La hipótesis barajada por sectores del empresariado, en los casos del oficialismo, pasaría por conseguir un peronismo capital friendly. También parece razonable. Como decía Juan de Mairena, el ficticio pedagogo de Antonio Machado, el demonio no tiene razón, pero puede tener razones.
Los años del menemismo, al fin y al cabo, fueron los más sustentables para los intereses del establishment. El contexto contribuyó a ello: más allá de la figura de Carlos Menem –sería infantil asociar su época únicamente a un capricho de una sola persona-, acababa de caer el mundo bipolar y las masas populares estaban desmovilizadas. Cuando Menem asumió, habían pasado sólo seis años –la distancia que nos separa de 2016, para dimensionarlo- desde terminada la última dictadura.

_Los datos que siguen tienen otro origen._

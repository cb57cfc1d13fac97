import { describe, expect, it } from 'vitest';
import { massDensityKgPerM3, reducedStateOf } from '../physics/corresponding-states';
import { ljEosDensity } from '../physics/lj-eos';
import { runNpt } from '../physics/md/npt';
import { fitLennardJones } from './lj-fit';
import { mdStageFit, type MdRunSummary, type MdStagePoint, type MdStatePoint } from './md-stage';

// Synthetic densities of an invented substance from the Johnson–Zollweg–Gubbins (1993) LJ equation of state
// at known parameters; two supercritical isotherms (T* = 1.5 and 2.0) so no state is near a phase boundary.
const TRUE = { epsilonK: 150, sigmaAngstrom: 3.6 };
const M = 50;
const STATES: Array<[number, number]> = [
  [225, 20],
  [225, 60],
  [300, 40],
  [300, 100],
];
const RELATIVE_U = 0.01;

function syntheticPoints(): MdStagePoint[] {
  return STATES.map(([T, P]) => {
    const s = reducedStateOf({ temperatureK: T, pressureMPa: P, ...TRUE });
    const rho = massDensityKgPerM3(ljEosDensity(s.reducedTemperature, s.reducedPressure).reducedDensity, M, TRUE.sigmaAngstrom);
    return {
      measurementSetId: 1,
      measurementSetIndex: 0,
      kind: 'density' as const,
      temperatureK: T,
      pressureMPa: P,
      value: rho,
      uncertainty: RELATIVE_U * rho,
      weight: 1,
    };
  });
}

const bounds = { epsilonK: [50, 400] as [number, number], sigmaAngstrom: [2.5, 5] as [number, number] };
const context = { molarMassGPerMol: M, quantumCorrection: false };

describe('simulation stage of a density fit', () => {
  it('with the equation of state as its predictor it converges to the equation-of-state fit (common practice, no source)', async () => {
    const points = syntheticPoints();
    const eosPredictor = async (states: MdStatePoint[]): Promise<MdRunSummary[]> =>
      states.map((s, i) => {
        const e = ljEosDensity(s.reducedTemperature, s.reducedPressure);
        return { id: i, reused: false, reducedDensity: e.reducedDensity, stdErr: 1e-4, dRhoDT: e.dRhoDT, dRhoDP: e.dRhoDP, phase: 'fluid' };
      });
    const result = await mdStageFit(points, [{ id: 1, kind: 'density' }], {
      start: { epsilonK: 140, sigmaAngstrom: 3.5 },
      bounds,
      context,
      simulate: eosPredictor,
      maxIterations: 10,
      changeInStandardErrors: 0.25,
    });
    expect(result.convergence).toBe('parameter-change');
    // Stopping rule (set to a quarter of a standard error here): the answer is that close.
    // (Noise-free data: χ² ≈ 0, so the rule uses the unscaled covariance, i.e. the stated uncertainties.)
    const u = result.covarianceUnscaled!;
    expect(Math.abs(result.epsilonK - TRUE.epsilonK)).toBeLessThan(0.25 * Math.sqrt(u[0][0]));
    expect(Math.abs(result.sigmaAngstrom - TRUE.sigmaAngstrom)).toBeLessThan(0.25 * Math.sqrt(u[1][1]));
    expect(result.stoppingRule).toMatch(/converged/);
  });

  it('leaves a frozen state point out with a warning', async () => {
    const points = syntheticPoints();
    const predictor = async (states: MdStatePoint[]): Promise<MdRunSummary[]> =>
      states.map((s, i) => {
        const e = ljEosDensity(s.reducedTemperature, s.reducedPressure);
        return {
          id: i,
          reused: false,
          reducedDensity: e.reducedDensity,
          stdErr: 1e-3,
          dRhoDT: e.dRhoDT,
          dRhoDP: e.dRhoDP,
          phase: i === 1 ? 'solid' : 'fluid',
        };
      });
    const result = await mdStageFit(points, [{ id: 1, kind: 'density' }], {
      start: TRUE,
      bounds,
      context,
      simulate: predictor,
      maxIterations: 3,
    });
    expect(result.residuals[1]).toMatchObject({ included: false });
    expect(result.dof).toBe(1);
    expect(result.warnings.some((w) => /ordered solid/.test(w))).toBe(true);
  });

  it('a synthetic round trip with real NPT runs: within 2 standard errors of the truth, converged by reweighting', async () => {
    const points = syntheticPoints();
    const eosStage = fitLennardJones(
      [
        {
          id: 1,
          kind: 'density',
          rows: points.map((p) => ({
            temperatureK: p.temperatureK,
            pressureMPa: p.pressureMPa,
            value: p.value,
            uncertainty: p.uncertainty,
          })),
        },
      ],
      { molarMassGPerMol: M, restarts: 0, bounds },
    );
    expect(eosStage.status).toBe('succeeded');
    let runs = 0;
    let finishedCalls = 0;
    // 128 atoms, 5000 steps extended towards 50 effective samples: frames and settings as the job queue hands them over.
    const md = async (states: MdStatePoint[], onRunFinished?: () => void): Promise<MdRunSummary[]> =>
      states.map((s) => {
        runs++;
        const r = runNpt({ ...s, atoms: 128, steps: 5000, seed: 1000 + runs });
        onRunFinished?.();
        finishedCalls++;
        return {
          id: runs,
          reused: false,
          reducedDensity: r.reducedDensity,
          stdErr: r.stdErr,
          dRhoDT: r.dRhoDT,
          dRhoDP: r.dRhoDP,
          phase: r.phase,
          ...r.settings,
          effectiveSamples: r.effectiveSamples,
          startedFrom: r.startedFrom,
          frames: r.frames,
        };
      });
    const progress: number[] = [];
    // Started 4 % off in ε and 1.5 % in σ (several standard errors), so the stage has to walk, on reweighted predictions.
    const start = { epsilonK: eosStage.epsilonK * 1.04, sigmaAngstrom: eosStage.sigmaAngstrom * 0.985 };
    const result = await mdStageFit(points, [{ id: 1, kind: 'density' }], {
      start,
      bounds,
      context,
      simulate: md,
      maxIterations: 5,
      onProgress: (p) => progress.push(p.fraction),
    });
    expect(result.status).toBe('succeeded');
    const se = result.stdErr as { epsilonK: number; sigmaAngstrom: number };
    expect(Math.abs(result.epsilonK - TRUE.epsilonK)).toBeLessThan(2 * se.epsilonK);
    expect(Math.abs(result.sigmaAngstrom - TRUE.sigmaAngstrom)).toBeLessThan(2 * se.sigmaAngstrom);
    // The two stages agree within their combined uncertainties.
    expect(Math.abs(result.epsilonK - eosStage.epsilonK)).toBeLessThan(2 * Math.hypot(se.epsilonK, eosStage.stdErr.epsilonK ?? 0));
    expect(Math.abs(result.sigmaAngstrom - eosStage.sigmaAngstrom)).toBeLessThan(
      2 * Math.hypot(se.sigmaAngstrom, eosStage.stdErr.sigmaAngstrom ?? 0),
    );
    expect(result.residuals.every((r) => r.modelUncertainty > 0)).toBe(true);
    // Stopped because the step was inside the noise, with the steps in between taken on reweighted predictions.
    expect(result.stoppedBy).toBe('converged');
    expect(result.mdRounds).toBe(result.mdIterations.length);
    expect(result.newRuns).toBe(runs);
    expect(result.mdRuns).toHaveLength(runs);
    expect(result.reweightedPoints).toBeGreaterThan(0);
    for (const r of result.residuals) expect(r.effectiveSamples).toBeGreaterThan(0);
    // Progress moves with every finished run and never goes back.
    expect(finishedCalls).toBe(runs);
    expect(progress.length).toBeGreaterThan(runs);
    for (let i = 1; i < progress.length; i++) expect(progress[i]).toBeGreaterThanOrEqual(progress[i - 1]);
  }, 600_000);

  it('says so instead of simulating a point the equation of state puts in the solid region', async () => {
    // 100 K at 600 MPa for ε/k_B = 150 K, σ = 3.6 Å is T* = 0.67, P* = 18.9: below the triple-point temperature and
    // far beyond the liquid at freezing (Mastny & de Pablo 2007; ../physics/eos/lj-freezing.ts).
    const points = [
      ...syntheticPoints(),
      {
        measurementSetId: 1,
        measurementSetIndex: 0,
        kind: 'density' as const,
        temperatureK: 100,
        pressureMPa: 600,
        value: 1500,
        uncertainty: 15,
        weight: 1,
      },
    ];
    const asked: MdStatePoint[] = [];
    const predictor = async (states: MdStatePoint[]): Promise<MdRunSummary[]> =>
      states.map((s, i) => {
        asked.push(s);
        const e = ljEosDensity(s.reducedTemperature, s.reducedPressure);
        return {
          id: asked.length + i,
          reused: false,
          reducedDensity: e.reducedDensity,
          stdErr: 1e-4,
          dRhoDT: e.dRhoDT,
          dRhoDP: e.dRhoDP,
          phase: 'fluid',
        };
      });
    const result = await mdStageFit(points, [{ id: 1, kind: 'density' }], {
      start: TRUE,
      bounds,
      context,
      simulate: predictor,
      maxIterations: 3,
    });
    expect(asked.every((s) => s.reducedTemperature > 0.7)).toBe(true);
    expect(result.residuals[4]).toMatchObject({ included: false });
    expect(result.warnings.some((w) => /solid/.test(w) && /100\.00 K/.test(w))).toBe(true);
  });
});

En ese último aspecto radica uno de los principales interrogantes del periodo que se abrirá en 2023, si es que no se ha abierto ya: frente a un eventual gobierno capital friendly, sea peronista o no, ¿qué capacidad de movilización conservará lo que hoy se identifica como kirchnerismo puro, asociado a la figura de Cristina? No se habla sólo de la calle, pero tampoco únicamente de las urnas. Entre ambos extremos de participación se ubican muchas formas de incidencia colectiva. Este punto asoma crucial.
Néstor Kirchner, de cuyo fallecimiento acaban de cumplirse doce años, llegó al poder con el 22% de los votos. La clase política y los partidos tradicionales estaban deslegitimados. Meses antes había ocurrido un estallido político y social de lenta incubación. Kirchner logró un lento pero sostenido crecimiento electoral y de participación.
Pero, exceptuando la política de derechos humanos, la gran patada al tablero se dio en uno de los momentos de extrema debilidad del ciclo, durante el primer gobierno de Cristina: tras el conflicto con las corporaciones rurales y el voto no positivo del vicepresidente Julio Cobos, en 2008, y la derrota electoral en comicios legislativos anticipados, un año más tarde. Es ostensible una ofensiva del capital, como causa y consecuencia de la osadía para responder al contexto.
En treinta meses, contados desde marzo de 2008 hasta la muerte del expresidente, se sucedieron varios de los hitos constitutivos de la identidad kirchnerista: la Asignación Universal por Hijo, el matrimonio igualitario, el Fútbol para Todos y la Ley de Servicios de Comunicación Audiovisual.
El escenario nunca es el mismo. Hoy no venimos de un estallido social, sino del inicio de un nuevo ciclo de endeudamiento, con una inflación amenazante que hace pagar la fuga a los sectores populares. El escenario internacional es de pronóstico incierto, pero en el cono sur latinoamericano no están surgiendo liderazgos jóvenes como los de Lula, Evo Morales, Rafael Correa o Hugo Chávez. Los dos primeros recuperaron trabajosamente el poder, el tercero sigue siendo perseguido y el sucesor del cuarto ha logrado sostenerse ante los embates, a costa de un gran desgaste. Lula acaba de ganar, pero lo más seguro es que no la tenga nada fácil.
En Argentina, han pasado ya casi cuarenta años del fin de la dictadura. En los últimos veinte, nuevas generaciones se incorporaron a la participación política por distintas vías. Pero el retorno del neoliberalismo desinfló, como desinfla siempre una recaída. El gobierno actual no enamora. Y, por si no alcanzara, el internismo es frecuente. En la Capital Federal pueden no notarse tanto sus efectos, son disputas de gigantes. En el vasto territorio nacional, disgrega. La diáspora queda sin otra figura contenedora que Cristina.
Sea un gobierno capital friendly o no, se llame peronista o macrista, el sector que se identifique con lo popular deberá tener en cuenta que es necesario volver a enamorar para sostener capacidad de lucha, autodefensa o incidencia. Nadie enamora en pasado. Construir nuevas utopías es imprescindible. El mismo desafío que desde el primer día de enero tendrá Lula, dos décadas después.